Tapınak Şövalyeleri, günümüz Türkiye’sini yansıtan bir filmdir. Bunu berber sohbeti boyunca tartışılan konulardan ve kullanılan dilden anlayabiliriz.
-Objektif nedir ya?
Yapılan sohbet boyunca kendi dininden, kitabından başkasını doğru bulmayan ve devamlı olarak dış mihraklara taş atan karakterlerimiz; hâlihazırda bu düşüncelerin bilinçaltına yerleştiğini ve zaten objektif bakamayacaklarını anlatır. Tüm bunların yanı sıra, toplum olarak bilim ve kültür-sanatta üretim yapamadığımızı bu sebepten, öz eleştiri yapmamız gerektiğini söyler. Çünkü hayat, bir müziğin verdiği keyif kadar basit olmalıdır. Kimi inanç veya kimi düşünceler ile zorlaştırılmamalıdır.

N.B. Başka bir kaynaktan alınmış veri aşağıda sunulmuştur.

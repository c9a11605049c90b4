//! Lines in panels above one another that share their horizontal axis.
//!
//! What: each panel has a vertical axis of its own, a name, and lines; a legend stands above the first
//! panel that has its lines. Missing values (NaN) interrupt a line.
//! Units: points.
//! Numerics: where many values fall on one hundredth of the width, the first, lowest, highest and last
//! are drawn, which looks the same.

use super::axis::Axis;
use super::colour::LINES;
use super::svg::{Anchor, GRID, INK, Run, Svg};
use super::text::width_pt;
use super::{About, POINTS_PER_MM, TEXT_PT};

/// Most lines in a panel: more cannot be told apart.
pub const MOST_LINES: usize = LINES.len();
/// Most panels.
pub const MOST_PANELS: usize = 8;

/// A line: its name and a value at each place of the figure's horizontal axis.
#[derive(Clone, Debug, PartialEq)]
pub struct Line {
    /// Name in the legend.
    pub name: String,
    /// Values; NaN where there is none.
    pub values: Vec<f64>,
}

/// Lines on one vertical axis.
#[derive(Clone, Debug, PartialEq)]
pub struct Panel {
    /// What tells it from the others; empty if nothing needs to.
    pub name: String,
    /// Vertical axis.
    pub y: Axis,
    /// The lines.
    pub lines: Vec<Line>,
}

/// A figure of panels.
#[derive(Clone, Debug, PartialEq)]
pub struct LineFigure {
    /// What it says about itself.
    pub about: About,
    /// Width, mm.
    pub width_mm: f64,
    /// Horizontal axis.
    pub x: Axis,
    /// Places of the values on it.
    pub places: Vec<f64>,
    /// The panels, from top to bottom.
    pub panels: Vec<Panel>,
}

/// Points between things that belong together.
const GAP_PT: f64 = 3.0;
/// Length of a tick.
const TICK_PT: f64 = 2.5;
/// Height of a row of text.
const ROW_PT: f64 = 1.35 * TEXT_PT;
/// Height of the only panel, and of one among several.
const PANEL_PT: [f64; 2] = [112.0, 74.0];
/// Points between two ticks, across and upwards.
const TICK_DISTANCE_PT: [f64; 2] = [42.0, 20.0];
/// Length of the piece of line in the legend.
const SAMPLE_PT: f64 = 12.0;
/// Width of the lines.
const LINE_PT: f64 = 0.9;
/// Width of axes and grid.
const THIN_PT: f64 = 0.5;
/// Parts of a point within which places count as one.
const PARTS_OF_POINT: f64 = 10.0;

/// Where things are.
struct Layout {
    width: f64,
    left: f64,
    right: f64,
    panel: f64,
}

impl LineFigure {
    /// The text of the SVG file.
    pub fn svg(&self) -> String {
        let layout = self.layout();
        let tops = self.tops(&layout);
        let bottom = tops.last().map_or(0.0, |(_, top)| top + layout.panel);
        let height = bottom + TICK_PT + 2.0 * TEXT_PT + 3.0 * GAP_PT;
        let mut svg = Svg::new([layout.width, height]);
        for (panel, (legend, top)) in self.panels.iter().zip(&tops) {
            if let Legend::Shown(rows) = legend {
                draw_legend(&mut svg, rows, &layout, *top);
            }
            self.draw(&mut svg, panel, &layout, *top);
        }
        self.draw_x(&mut svg, &layout, bottom);
        svg.finish(&self.about)
    }

    fn layout(&self) -> Layout {
        let panel = PANEL_PT[usize::from(self.panels.len() > 1)];
        let ticks = self.panels.iter().flat_map(|p| y_ticks(&p.y, panel));
        let widest = ticks
            .map(|(_, name)| width_pt(&name, TEXT_PT))
            .fold(0.0, f64::max);
        let width = self.width_mm * POINTS_PER_MM;
        // Half of the last name of the horizontal axis may stick out.
        let names = self.x.ticks((width - 60.0) / TICK_DISTANCE_PT[0]);
        let half = names.iter().map(|(_, name)| 0.5 * width_pt(name, TEXT_PT));
        Layout {
            width,
            left: ROW_PT + 2.0 * GAP_PT + widest + TICK_PT,
            right: width - GAP_PT - half.fold(0.0, f64::max),
            panel,
        }
    }

    /// Legend and upper end of each panel.
    fn tops(&self, layout: &Layout) -> Vec<(Legend, f64)> {
        let mut y = GAP_PT;
        let mut before: Vec<&str> = Vec::new();
        let mut tops = Vec::new();
        for panel in &self.panels {
            let names: Vec<_> = panel.lines.iter().map(|l| l.name.as_str()).collect();
            let known = names.len() < 2 || names == before;
            let room = layout.right - layout.left;
            let legend = if known {
                Legend::None
            } else {
                Legend::Shown(legend_rows(&names, room))
            };
            let rows = match &legend {
                Legend::Shown(rows) => rows.len(),
                Legend::None => 0,
            };
            // A name that leaves room beside it stands in the last row of the legend.
            let free = room - legend.last_row_pt() - width_pt(&panel.name, TEXT_PT);
            let own = usize::from(!panel.name.is_empty() && (rows == 0 || free < 0.0));
            y += ROW_PT * (rows + own) as f64;
            let legend = legend.above(own);
            y += GAP_PT;
            tops.push((legend, y));
            y += layout.panel + GAP_PT;
            before = names;
        }
        tops
    }

    fn draw(&self, svg: &mut Svg, panel: &Panel, layout: &Layout, top: f64) {
        let (left, right, bottom) = (layout.left, layout.right, top + layout.panel);
        let ends = [bottom, top];
        for (value, _) in self.x_ticks(layout) {
            let x = self.x.place(value, [left, right]);
            svg.line([x, top], [x, bottom], GRID, THIN_PT);
        }
        for (value, name) in y_ticks(&panel.y, layout.panel) {
            let y = panel.y.place(value, ends);
            svg.line([left, y], [right, y], GRID, THIN_PT);
            svg.line([left - TICK_PT, y], [left, y], INK, THIN_PT);
            let at = [left - TICK_PT - 0.5 * GAP_PT, y + 0.36 * TEXT_PT];
            svg.text(at, &name, Anchor::End, Run::Across);
        }
        if panel.y.range[0] < 0.0 && panel.y.range[1] > 0.0 {
            let y = panel.y.place(0.0, ends);
            svg.line([left, y], [right, y], INK, THIN_PT);
        }
        for (line, colour) in panel.lines.iter().zip(LINES.iter().cycle()) {
            let place =
                |(x, y): (&f64, &f64)| [self.x.place(*x, [left, right]), panel.y.place(*y, ends)];
            let points: Vec<_> = self.places.iter().zip(&line.values).map(place).collect();
            for piece in points.split(|p| !p[1].is_finite()) {
                match piece {
                    [] => {}
                    [single] => svg.dot(*single, colour, LINE_PT),
                    _ => svg.path(&thinned(piece), colour, LINE_PT),
                }
            }
        }
        svg.line([left, top], [left, bottom], INK, THIN_PT);
        svg.line([left, bottom], [right, bottom], INK, THIN_PT);
        let middle = [GAP_PT + 0.75 * TEXT_PT, 0.5 * (top + bottom)];
        svg.text(middle, &panel.y.label, Anchor::Middle, Run::Upwards);
        if !panel.name.is_empty() {
            let at = [left, top - GAP_PT];
            svg.text(at, &panel.name, Anchor::Start, Run::Across);
        }
    }

    fn x_ticks(&self, layout: &Layout) -> Vec<(f64, String)> {
        self.x
            .ticks((layout.right - layout.left) / TICK_DISTANCE_PT[0])
    }

    fn draw_x(&self, svg: &mut Svg, layout: &Layout, bottom: f64) {
        for (value, name) in self.x_ticks(layout) {
            let x = self.x.place(value, [layout.left, layout.right]);
            svg.line([x, bottom], [x, bottom + TICK_PT], INK, THIN_PT);
            let at = [x, bottom + TICK_PT + TEXT_PT];
            svg.text(at, &name, Anchor::Middle, Run::Across);
        }
        let middle = 0.5 * (layout.left + layout.right);
        let at = [middle, bottom + TICK_PT + TEXT_PT + GAP_PT + TEXT_PT];
        svg.text(at, &self.x.label, Anchor::Middle, Run::Across);
    }
}

/// Ticks of a vertical axis of a height.
fn y_ticks(axis: &Axis, height: f64) -> Vec<(f64, String)> {
    axis.ticks(height / TICK_DISTANCE_PT[1])
}

/// Names with the numbers of their lines, in rows.
type LegendRows = Vec<Vec<(usize, String)>>;

enum Legend {
    None,
    Shown(LegendRows),
}

impl Legend {
    /// Width of the last row.
    fn last_row_pt(&self) -> f64 {
        match self {
            Self::Shown(rows) => rows.last().map_or(0.0, |row| row_width(row)),
            Self::None => 0.0,
        }
    }

    /// The same with free rows below it.
    fn above(self, free: usize) -> Self {
        match self {
            Self::Shown(mut rows) => {
                rows.extend(vec![Vec::new(); free]);
                Self::Shown(rows)
            }
            Self::None => Self::None,
        }
    }
}

fn row_width(row: &[(usize, String)]) -> f64 {
    row.iter().map(|(_, name)| legend_width(name)).sum()
}

fn legend_width(name: &str) -> f64 {
    SAMPLE_PT + GAP_PT + width_pt(name, TEXT_PT) + 3.0 * GAP_PT
}

/// Fills rows of a width with names.
fn legend_rows(names: &[&str], room: f64) -> LegendRows {
    let (mut rows, mut used): (LegendRows, f64) = (vec![Vec::new()], 0.0);
    for (number, name) in names.iter().enumerate() {
        let width = legend_width(name);
        if used > 0.0 && used + width > room {
            rows.push(Vec::new());
            used = 0.0;
        }
        used += width;
        if let Some(row) = rows.last_mut() {
            row.push((number, (*name).to_owned()));
        }
    }
    rows
}

/// Draws a legend that ends above the panel (and its name) at `top`.
fn draw_legend(svg: &mut Svg, rows: &LegendRows, layout: &Layout, top: f64) {
    for (n, row) in rows.iter().enumerate() {
        let mut x = layout.right - row_width(row) + 3.0 * GAP_PT;
        let base = top - GAP_PT - ROW_PT * (rows.len() - 1 - n) as f64;
        for (number, name) in row {
            let y = base - 0.33 * TEXT_PT;
            let colour = LINES[number % LINES.len()];
            svg.path(&[[x, y], [x + SAMPLE_PT, y]], colour, 1.5 * LINE_PT);
            let at = [x + SAMPLE_PT + GAP_PT, base];
            svg.text(at, name, Anchor::Start, Run::Across);
            x += legend_width(name);
        }
    }
}

/// Of all points within a part of a point of the width, the first, lowest, highest and last.
fn thinned(points: &[[f64; 2]]) -> Vec<[f64; 2]> {
    let column = |p: &[f64; 2]| (p[0] * PARTS_OF_POINT).floor();
    let same = |a: &[f64; 2], b: &[f64; 2]| (column(a) - column(b)).abs() < 0.5;
    let mut kept = Vec::with_capacity(points.len());
    for run in points.chunk_by(same) {
        if run.len() <= 4 {
            kept.extend_from_slice(run);
            continue;
        }
        let by_height = |a: &usize, b: &usize| run[*a][1].total_cmp(&run[*b][1]);
        let mut chosen = vec![0, run.len() - 1];
        chosen.extend((0..run.len()).min_by(by_height));
        chosen.extend((0..run.len()).max_by(by_height));
        chosen.sort_unstable();
        chosen.dedup();
        kept.extend(chosen.into_iter().map(|i| run[i]));
    }
    kept
}

#[cfg(test)]
#[path = "lines_tests.rs"]
mod tests;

- Kemal, Y. (2017). Fırat Suyu Kan Akıyor Baksana. İstanbul: Yapı Kredi Yayınları. (26. Basım)
- Aysu, F. (1996). Geleneksel Erkek Berberliği. Kültür Bakanlığı Halk Kültürlerini Araştırma ve Geliştirme Genel Müdürlüğü Yayınları(238), s. 26-27.
- Bora, T. ve Erkoçak, A. (2015). Bir Berber Bir Berbere… İstanbul: İletişim Yayınları.